### Required action
Set down the lines of the data exactly, starting at the first and stopping after the line containing "expect(isCalendarDate(s), s).toBe(false);".

======== Provided data ========

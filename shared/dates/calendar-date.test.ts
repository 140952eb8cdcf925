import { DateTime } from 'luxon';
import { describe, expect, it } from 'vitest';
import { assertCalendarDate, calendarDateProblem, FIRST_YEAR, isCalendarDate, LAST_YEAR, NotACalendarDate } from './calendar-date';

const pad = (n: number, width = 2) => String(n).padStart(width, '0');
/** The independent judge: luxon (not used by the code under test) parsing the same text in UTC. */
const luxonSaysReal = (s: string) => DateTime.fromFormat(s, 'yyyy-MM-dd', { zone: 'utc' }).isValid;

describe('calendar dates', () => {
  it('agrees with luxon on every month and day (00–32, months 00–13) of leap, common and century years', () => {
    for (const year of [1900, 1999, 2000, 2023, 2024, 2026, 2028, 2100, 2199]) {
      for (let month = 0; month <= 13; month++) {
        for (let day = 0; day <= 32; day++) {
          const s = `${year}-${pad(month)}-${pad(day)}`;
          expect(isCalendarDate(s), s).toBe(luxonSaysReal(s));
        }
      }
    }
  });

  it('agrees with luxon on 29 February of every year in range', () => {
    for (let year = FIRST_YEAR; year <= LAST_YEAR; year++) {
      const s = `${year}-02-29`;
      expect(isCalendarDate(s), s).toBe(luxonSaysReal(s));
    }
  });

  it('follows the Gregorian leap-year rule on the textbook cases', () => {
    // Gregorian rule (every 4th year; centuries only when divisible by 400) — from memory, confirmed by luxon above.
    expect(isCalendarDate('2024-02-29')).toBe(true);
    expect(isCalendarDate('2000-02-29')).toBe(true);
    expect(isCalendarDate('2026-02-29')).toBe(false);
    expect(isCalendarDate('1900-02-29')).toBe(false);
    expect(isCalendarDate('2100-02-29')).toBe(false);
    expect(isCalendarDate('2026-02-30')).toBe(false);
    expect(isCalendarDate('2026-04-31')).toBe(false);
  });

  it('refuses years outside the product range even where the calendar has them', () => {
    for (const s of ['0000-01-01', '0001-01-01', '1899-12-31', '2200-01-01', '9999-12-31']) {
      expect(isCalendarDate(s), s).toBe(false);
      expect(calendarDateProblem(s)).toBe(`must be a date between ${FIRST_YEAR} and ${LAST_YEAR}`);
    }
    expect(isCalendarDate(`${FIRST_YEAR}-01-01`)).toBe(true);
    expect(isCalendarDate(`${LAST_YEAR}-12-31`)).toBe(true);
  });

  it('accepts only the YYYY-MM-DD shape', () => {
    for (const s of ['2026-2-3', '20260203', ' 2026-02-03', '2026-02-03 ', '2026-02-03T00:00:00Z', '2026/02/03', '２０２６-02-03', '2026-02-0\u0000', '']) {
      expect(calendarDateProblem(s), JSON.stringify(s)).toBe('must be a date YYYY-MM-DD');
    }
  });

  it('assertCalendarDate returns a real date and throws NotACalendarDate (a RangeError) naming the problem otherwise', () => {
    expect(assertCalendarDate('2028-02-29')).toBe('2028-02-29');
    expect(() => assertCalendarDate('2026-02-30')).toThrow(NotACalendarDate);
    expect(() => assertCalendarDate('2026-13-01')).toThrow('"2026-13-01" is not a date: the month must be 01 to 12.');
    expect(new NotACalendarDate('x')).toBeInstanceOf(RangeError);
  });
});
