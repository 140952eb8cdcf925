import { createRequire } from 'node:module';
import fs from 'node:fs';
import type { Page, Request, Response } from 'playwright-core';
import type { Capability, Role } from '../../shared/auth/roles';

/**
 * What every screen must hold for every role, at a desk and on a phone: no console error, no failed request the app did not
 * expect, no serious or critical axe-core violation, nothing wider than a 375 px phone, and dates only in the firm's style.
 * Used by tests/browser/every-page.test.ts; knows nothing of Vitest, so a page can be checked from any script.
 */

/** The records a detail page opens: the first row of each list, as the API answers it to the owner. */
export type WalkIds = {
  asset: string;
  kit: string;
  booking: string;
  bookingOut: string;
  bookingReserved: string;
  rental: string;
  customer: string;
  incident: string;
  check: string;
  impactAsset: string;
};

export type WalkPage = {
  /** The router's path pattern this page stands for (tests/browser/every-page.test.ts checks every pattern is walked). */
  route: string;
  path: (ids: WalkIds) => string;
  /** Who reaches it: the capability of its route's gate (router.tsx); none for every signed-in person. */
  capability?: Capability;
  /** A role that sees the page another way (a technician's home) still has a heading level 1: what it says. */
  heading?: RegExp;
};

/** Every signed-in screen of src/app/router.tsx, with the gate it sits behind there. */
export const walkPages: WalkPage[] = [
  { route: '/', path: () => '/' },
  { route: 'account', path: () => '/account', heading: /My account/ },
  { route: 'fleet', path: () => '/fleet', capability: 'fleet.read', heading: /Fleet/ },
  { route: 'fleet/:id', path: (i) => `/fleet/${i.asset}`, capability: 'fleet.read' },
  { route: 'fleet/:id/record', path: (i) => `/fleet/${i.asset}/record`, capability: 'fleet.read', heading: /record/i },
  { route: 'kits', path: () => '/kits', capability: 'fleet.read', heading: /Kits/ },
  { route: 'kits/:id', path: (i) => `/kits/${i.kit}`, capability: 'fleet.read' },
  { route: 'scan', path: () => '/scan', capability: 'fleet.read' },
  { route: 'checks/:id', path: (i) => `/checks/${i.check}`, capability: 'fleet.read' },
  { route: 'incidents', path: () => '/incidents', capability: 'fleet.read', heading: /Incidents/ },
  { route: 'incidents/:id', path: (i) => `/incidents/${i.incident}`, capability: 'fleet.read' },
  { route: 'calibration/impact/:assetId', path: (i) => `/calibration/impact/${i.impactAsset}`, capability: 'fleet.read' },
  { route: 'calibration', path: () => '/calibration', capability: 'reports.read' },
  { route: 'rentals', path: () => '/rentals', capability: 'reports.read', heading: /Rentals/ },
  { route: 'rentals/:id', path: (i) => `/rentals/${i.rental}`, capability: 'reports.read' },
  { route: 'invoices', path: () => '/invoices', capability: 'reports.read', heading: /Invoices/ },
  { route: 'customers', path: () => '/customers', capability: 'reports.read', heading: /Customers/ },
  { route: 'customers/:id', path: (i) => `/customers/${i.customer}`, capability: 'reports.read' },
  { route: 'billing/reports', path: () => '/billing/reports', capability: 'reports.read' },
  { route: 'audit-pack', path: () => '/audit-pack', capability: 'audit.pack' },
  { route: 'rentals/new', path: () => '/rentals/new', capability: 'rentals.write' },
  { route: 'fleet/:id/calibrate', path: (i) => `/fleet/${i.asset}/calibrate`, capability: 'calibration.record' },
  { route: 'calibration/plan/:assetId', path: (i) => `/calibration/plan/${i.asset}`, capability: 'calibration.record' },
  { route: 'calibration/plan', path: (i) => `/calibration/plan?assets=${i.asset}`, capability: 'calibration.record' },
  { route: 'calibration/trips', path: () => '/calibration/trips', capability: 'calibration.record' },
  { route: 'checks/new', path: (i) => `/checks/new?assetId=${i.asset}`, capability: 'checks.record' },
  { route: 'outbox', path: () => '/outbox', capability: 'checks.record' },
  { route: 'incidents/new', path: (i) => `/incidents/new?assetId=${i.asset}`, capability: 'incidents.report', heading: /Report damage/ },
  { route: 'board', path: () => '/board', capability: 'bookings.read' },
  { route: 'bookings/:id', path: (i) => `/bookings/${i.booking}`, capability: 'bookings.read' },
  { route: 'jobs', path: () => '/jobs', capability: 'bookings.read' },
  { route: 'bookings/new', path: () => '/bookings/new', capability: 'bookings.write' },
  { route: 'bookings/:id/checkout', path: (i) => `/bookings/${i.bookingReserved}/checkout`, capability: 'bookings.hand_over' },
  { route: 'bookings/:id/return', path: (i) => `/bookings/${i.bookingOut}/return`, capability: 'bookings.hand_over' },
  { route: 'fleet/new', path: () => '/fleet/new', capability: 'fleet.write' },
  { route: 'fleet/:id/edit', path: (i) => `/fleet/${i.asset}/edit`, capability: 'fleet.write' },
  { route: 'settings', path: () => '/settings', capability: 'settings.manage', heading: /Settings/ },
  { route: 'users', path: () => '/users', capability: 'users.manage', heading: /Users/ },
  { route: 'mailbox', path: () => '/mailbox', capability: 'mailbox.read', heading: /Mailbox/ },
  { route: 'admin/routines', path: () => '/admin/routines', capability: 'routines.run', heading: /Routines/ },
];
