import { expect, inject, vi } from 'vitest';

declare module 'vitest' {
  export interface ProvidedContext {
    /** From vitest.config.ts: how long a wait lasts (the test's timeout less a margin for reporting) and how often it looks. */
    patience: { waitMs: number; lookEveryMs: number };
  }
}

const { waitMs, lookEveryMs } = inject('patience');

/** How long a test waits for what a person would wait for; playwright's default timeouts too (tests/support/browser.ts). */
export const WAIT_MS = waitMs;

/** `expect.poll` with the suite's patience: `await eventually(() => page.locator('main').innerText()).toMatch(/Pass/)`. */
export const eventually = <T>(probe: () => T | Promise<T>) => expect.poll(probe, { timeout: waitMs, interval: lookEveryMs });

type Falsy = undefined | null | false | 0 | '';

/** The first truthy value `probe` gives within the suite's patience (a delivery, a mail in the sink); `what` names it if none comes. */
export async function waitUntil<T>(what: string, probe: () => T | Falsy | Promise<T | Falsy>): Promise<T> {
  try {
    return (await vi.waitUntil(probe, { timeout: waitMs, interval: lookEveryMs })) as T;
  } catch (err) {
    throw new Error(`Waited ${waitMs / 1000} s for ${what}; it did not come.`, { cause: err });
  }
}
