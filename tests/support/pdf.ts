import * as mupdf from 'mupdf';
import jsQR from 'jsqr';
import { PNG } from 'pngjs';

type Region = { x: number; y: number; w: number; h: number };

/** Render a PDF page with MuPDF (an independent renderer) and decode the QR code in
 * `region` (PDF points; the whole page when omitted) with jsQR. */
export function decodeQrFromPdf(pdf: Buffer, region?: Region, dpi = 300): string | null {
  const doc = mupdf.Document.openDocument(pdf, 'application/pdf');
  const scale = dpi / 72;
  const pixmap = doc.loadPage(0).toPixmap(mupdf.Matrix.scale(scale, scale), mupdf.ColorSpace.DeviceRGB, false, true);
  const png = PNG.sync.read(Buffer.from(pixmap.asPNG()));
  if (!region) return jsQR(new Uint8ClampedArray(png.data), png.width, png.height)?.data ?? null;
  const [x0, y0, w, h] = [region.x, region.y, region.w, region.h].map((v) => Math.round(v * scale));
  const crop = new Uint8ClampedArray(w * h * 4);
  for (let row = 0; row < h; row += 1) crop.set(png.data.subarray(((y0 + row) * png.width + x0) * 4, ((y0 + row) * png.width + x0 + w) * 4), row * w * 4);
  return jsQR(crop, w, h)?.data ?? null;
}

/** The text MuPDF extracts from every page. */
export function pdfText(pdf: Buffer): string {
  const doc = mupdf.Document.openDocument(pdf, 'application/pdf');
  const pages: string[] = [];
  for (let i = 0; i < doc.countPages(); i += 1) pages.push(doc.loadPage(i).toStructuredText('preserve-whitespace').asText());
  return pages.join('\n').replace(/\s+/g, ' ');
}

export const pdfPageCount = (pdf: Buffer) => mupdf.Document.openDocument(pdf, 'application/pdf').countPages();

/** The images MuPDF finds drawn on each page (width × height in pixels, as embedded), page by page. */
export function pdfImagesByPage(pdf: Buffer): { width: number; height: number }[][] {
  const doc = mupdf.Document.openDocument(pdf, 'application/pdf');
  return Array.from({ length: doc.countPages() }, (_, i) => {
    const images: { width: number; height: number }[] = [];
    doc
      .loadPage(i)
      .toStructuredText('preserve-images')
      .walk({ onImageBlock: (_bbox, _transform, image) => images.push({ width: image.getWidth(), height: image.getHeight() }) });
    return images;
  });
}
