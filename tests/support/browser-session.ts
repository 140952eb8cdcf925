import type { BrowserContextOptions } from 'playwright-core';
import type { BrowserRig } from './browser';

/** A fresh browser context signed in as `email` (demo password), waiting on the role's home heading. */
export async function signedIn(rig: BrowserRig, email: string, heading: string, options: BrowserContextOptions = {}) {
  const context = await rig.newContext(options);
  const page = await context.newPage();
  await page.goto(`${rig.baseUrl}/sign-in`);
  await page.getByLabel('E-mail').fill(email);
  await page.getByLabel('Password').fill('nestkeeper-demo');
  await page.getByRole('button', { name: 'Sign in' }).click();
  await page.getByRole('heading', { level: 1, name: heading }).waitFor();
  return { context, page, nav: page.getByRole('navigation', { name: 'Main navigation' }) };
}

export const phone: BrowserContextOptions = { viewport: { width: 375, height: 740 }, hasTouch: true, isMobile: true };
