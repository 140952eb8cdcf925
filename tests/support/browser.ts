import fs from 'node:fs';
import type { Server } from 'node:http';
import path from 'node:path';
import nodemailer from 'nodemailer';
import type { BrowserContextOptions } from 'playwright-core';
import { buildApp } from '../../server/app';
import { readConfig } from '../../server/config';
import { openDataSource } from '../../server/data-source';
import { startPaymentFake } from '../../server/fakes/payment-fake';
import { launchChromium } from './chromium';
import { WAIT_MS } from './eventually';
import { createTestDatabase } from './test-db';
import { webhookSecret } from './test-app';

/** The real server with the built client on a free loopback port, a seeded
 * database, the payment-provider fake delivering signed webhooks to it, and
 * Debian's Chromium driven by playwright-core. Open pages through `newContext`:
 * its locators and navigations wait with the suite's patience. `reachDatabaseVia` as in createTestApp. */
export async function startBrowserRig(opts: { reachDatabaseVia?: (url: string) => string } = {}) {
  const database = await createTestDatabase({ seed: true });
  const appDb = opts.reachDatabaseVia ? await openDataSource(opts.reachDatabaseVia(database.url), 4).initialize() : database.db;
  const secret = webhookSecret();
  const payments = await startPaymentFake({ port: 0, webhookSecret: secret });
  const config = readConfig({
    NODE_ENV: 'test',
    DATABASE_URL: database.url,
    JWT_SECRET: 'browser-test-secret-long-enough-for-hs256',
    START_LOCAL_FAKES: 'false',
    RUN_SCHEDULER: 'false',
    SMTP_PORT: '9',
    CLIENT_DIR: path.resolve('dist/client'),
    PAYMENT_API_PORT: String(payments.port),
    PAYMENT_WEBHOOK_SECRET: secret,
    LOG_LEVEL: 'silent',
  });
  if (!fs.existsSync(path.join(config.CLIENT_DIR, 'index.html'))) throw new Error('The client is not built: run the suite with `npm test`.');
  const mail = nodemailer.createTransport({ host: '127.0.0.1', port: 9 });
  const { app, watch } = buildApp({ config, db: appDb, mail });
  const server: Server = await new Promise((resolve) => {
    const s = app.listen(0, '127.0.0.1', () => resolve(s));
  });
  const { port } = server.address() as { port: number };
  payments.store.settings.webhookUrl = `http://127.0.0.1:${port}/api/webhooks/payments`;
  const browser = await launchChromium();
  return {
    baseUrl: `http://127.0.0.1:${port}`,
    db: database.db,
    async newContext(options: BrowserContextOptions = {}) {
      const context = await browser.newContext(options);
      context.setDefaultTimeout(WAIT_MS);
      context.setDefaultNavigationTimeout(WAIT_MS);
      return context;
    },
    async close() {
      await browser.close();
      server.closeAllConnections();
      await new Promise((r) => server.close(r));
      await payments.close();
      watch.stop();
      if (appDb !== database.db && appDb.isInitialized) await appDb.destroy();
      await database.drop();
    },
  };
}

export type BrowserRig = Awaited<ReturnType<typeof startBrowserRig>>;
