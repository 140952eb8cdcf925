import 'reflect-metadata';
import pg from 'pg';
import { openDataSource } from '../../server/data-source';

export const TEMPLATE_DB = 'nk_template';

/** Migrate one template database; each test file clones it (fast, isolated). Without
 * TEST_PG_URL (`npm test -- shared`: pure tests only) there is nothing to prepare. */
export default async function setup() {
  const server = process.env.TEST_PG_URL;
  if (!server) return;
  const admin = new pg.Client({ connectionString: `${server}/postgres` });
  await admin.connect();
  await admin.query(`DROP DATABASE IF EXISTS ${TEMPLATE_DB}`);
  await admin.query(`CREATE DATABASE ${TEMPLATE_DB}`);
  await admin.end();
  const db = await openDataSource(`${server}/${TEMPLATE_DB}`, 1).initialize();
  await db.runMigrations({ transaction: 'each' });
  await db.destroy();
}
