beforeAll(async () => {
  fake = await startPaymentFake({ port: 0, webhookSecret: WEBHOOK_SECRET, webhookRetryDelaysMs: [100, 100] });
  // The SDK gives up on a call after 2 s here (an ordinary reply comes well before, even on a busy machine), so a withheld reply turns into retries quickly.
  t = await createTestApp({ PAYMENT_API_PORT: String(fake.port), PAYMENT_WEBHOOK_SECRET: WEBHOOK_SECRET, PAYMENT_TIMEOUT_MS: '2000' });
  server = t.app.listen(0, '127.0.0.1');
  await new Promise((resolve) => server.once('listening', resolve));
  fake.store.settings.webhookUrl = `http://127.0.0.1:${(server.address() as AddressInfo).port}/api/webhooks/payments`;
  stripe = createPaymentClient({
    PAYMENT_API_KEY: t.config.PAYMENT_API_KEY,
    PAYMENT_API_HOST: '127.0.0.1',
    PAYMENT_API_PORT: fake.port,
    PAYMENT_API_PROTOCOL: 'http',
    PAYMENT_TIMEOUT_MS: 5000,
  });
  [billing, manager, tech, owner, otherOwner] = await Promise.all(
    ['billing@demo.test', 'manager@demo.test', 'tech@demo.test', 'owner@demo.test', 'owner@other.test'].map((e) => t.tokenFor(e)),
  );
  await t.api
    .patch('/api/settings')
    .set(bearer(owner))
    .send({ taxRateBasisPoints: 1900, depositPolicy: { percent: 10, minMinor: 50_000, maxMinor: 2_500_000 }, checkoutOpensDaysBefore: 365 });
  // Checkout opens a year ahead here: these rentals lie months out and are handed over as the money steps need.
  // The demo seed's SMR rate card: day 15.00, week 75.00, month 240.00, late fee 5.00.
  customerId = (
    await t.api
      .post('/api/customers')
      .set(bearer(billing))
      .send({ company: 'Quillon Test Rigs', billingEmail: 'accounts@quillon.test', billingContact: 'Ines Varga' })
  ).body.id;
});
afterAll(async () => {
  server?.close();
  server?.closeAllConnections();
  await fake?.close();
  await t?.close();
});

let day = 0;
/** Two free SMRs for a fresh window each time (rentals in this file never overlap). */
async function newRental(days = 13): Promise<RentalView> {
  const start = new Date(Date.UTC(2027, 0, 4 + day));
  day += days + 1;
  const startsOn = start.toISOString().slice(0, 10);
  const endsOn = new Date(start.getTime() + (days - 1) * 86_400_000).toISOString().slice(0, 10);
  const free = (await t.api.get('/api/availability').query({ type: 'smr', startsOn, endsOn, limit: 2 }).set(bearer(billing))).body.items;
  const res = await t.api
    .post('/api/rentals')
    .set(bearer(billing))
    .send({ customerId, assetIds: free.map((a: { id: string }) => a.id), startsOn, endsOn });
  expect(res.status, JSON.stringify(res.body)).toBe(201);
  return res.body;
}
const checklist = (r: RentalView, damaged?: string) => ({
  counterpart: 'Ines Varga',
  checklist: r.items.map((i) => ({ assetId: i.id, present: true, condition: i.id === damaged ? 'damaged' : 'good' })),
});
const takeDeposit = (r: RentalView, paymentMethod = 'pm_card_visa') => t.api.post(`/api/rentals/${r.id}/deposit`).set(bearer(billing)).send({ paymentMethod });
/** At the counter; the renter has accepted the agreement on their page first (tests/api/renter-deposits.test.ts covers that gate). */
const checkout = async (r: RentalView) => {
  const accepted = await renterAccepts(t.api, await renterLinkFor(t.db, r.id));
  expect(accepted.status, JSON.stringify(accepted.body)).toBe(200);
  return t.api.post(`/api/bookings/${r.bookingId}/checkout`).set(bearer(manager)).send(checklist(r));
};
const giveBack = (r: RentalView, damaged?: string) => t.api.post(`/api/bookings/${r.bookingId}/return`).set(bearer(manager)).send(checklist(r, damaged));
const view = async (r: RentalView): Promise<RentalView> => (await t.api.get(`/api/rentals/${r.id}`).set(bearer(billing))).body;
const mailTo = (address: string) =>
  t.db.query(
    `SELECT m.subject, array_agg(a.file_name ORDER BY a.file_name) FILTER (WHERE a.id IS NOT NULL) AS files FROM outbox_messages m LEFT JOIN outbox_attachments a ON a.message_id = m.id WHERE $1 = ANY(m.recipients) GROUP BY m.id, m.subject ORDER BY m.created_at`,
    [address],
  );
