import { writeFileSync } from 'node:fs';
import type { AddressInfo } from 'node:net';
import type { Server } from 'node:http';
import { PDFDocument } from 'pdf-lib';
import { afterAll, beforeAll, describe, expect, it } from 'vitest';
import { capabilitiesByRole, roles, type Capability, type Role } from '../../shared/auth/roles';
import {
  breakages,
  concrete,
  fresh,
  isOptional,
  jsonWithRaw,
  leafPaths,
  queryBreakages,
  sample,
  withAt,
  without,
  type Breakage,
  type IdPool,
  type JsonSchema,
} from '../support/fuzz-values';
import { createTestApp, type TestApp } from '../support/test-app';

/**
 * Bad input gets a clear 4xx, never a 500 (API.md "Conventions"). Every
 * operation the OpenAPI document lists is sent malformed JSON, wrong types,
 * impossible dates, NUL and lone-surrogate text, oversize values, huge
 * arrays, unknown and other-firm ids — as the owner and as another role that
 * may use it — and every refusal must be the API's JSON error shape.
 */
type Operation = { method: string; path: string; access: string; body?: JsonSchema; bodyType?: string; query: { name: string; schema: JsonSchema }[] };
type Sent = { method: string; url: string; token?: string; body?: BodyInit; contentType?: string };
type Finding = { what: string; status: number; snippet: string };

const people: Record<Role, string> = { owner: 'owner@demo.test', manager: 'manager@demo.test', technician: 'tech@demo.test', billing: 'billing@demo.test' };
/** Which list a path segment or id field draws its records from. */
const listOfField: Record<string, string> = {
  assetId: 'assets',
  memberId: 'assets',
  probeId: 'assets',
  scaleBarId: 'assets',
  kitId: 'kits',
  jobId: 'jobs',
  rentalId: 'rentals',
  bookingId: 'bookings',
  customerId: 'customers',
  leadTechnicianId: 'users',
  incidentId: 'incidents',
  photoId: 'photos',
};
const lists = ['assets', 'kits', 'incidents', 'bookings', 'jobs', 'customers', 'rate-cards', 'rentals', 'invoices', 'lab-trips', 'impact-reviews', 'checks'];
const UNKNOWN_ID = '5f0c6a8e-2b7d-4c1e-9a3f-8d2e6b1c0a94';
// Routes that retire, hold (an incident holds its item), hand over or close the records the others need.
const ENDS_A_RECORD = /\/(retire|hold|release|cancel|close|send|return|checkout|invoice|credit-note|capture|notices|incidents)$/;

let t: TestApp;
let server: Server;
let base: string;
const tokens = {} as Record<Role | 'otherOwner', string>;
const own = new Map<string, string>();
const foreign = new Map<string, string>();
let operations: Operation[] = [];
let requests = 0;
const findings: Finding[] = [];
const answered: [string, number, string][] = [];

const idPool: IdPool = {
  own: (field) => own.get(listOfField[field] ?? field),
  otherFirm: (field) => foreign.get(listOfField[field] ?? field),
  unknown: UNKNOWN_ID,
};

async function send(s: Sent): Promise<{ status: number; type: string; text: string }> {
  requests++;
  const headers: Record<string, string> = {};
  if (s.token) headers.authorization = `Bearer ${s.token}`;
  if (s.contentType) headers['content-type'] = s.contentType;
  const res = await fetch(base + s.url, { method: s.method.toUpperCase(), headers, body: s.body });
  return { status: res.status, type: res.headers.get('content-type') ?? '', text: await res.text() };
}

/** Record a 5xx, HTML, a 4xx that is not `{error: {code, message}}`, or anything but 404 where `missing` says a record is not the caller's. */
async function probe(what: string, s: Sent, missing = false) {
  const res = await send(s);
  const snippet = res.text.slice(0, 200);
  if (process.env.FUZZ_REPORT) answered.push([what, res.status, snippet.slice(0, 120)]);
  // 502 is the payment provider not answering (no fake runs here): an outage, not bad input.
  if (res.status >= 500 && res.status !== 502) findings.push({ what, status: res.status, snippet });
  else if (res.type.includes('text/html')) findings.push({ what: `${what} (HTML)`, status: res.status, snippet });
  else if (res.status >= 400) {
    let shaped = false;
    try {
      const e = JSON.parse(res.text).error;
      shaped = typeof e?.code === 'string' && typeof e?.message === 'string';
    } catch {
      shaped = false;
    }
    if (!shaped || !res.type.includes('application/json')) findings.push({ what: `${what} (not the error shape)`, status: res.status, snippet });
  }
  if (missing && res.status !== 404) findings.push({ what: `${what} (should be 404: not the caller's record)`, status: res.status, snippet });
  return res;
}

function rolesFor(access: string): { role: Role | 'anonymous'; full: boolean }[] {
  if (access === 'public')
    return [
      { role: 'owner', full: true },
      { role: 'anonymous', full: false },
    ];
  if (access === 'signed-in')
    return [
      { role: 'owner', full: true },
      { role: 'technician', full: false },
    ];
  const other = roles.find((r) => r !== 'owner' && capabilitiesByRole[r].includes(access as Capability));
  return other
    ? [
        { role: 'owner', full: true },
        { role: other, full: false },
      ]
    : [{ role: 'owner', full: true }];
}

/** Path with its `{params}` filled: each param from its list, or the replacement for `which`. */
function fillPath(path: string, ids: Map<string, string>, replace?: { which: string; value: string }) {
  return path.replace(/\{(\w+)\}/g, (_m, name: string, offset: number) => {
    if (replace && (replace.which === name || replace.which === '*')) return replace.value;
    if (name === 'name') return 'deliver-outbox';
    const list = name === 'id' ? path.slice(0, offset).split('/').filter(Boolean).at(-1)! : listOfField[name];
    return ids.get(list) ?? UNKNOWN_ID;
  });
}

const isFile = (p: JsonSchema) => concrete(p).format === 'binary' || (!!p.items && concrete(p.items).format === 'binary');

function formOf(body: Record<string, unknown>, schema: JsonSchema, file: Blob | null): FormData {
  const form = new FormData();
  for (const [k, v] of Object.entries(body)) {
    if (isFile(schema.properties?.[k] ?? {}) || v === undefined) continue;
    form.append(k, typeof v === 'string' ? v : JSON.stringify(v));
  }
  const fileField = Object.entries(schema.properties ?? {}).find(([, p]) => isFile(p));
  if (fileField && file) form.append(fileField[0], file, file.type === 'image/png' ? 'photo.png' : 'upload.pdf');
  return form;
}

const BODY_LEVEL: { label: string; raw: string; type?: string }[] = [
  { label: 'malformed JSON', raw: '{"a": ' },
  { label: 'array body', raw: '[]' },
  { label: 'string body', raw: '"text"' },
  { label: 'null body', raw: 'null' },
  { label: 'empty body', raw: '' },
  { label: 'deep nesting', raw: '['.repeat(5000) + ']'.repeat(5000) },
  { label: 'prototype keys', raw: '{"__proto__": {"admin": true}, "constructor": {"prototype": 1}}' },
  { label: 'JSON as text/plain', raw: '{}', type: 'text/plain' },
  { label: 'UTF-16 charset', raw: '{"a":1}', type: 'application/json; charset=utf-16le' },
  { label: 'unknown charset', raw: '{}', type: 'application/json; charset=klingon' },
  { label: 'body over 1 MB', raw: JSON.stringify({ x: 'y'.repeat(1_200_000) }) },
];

========

### Problem solution
filename shared/dates/calendar-date.test.ts
repository 140952eb8cdcf925
import { DateTime } from 'luxon';
import { describe, expect, it } from 'vitest';
import { assertCalendarDate, calendarDateProblem, FIRST_YEAR, isCalendarDate, LAST_YEAR, NotACalendarDate } from './calendar-date';

const pad = (n: number, width = 2) => String(n).padStart(width, '0');
/** The independent judge: luxon (not used by the code under test) parsing the same text in UTC. */
const luxonSaysReal = (s: string) => DateTime.fromFormat(s, 'yyyy-MM-dd', { zone: 'utc' }).isValid;

describe('calendar dates', () => {
  it('agrees with luxon on every month and day (00–32, months 00–13) of leap, common and century years', () => {
    for (const year of [1900, 1999, 2000, 2023, 2024, 2026, 2028, 2100, 2199]) {
      for (let month = 0; month <= 13; month++) {
        for (let day = 0; day <= 32; day++) {
          const s = `${year}-${pad(month)}-${pad(day)}`;
          expect(isCalendarDate(s), s).toBe(luxonSaysReal(s));
        }
      }
    }
  });

  it('agrees with luxon on 29 February of every year in range', () => {
    for (let year = FIRST_YEAR; year <= LAST_YEAR; year++) {
      const s = `${year}-02-29`;
      expect(isCalendarDate(s), s).toBe(luxonSaysReal(s));
    }
  });

  it('follows the Gregorian leap-year rule on the textbook cases', () => {
    // Gregorian rule (every 4th year; centuries only when divisible by 400) — from memory, confirmed by luxon above.
    expect(isCalendarDate('2024-02-29')).toBe(true);
    expect(isCalendarDate('2000-02-29')).toBe(true);
    expect(isCalendarDate('2026-02-29')).toBe(false);
    expect(isCalendarDate('1900-02-29')).toBe(false);
    expect(isCalendarDate('2100-02-29')).toBe(false);
    expect(isCalendarDate('2026-02-30')).toBe(false);
    expect(isCalendarDate('2026-04-31')).toBe(false);
  });

  it('refuses years outside the product range even where the calendar has them', () => {
    for (const s of ['0000-01-01', '0001-01-01', '1899-12-31', '2200-01-01', '9999-12-31']) {
      expect(isCalendarDate(s), s).toBe(false);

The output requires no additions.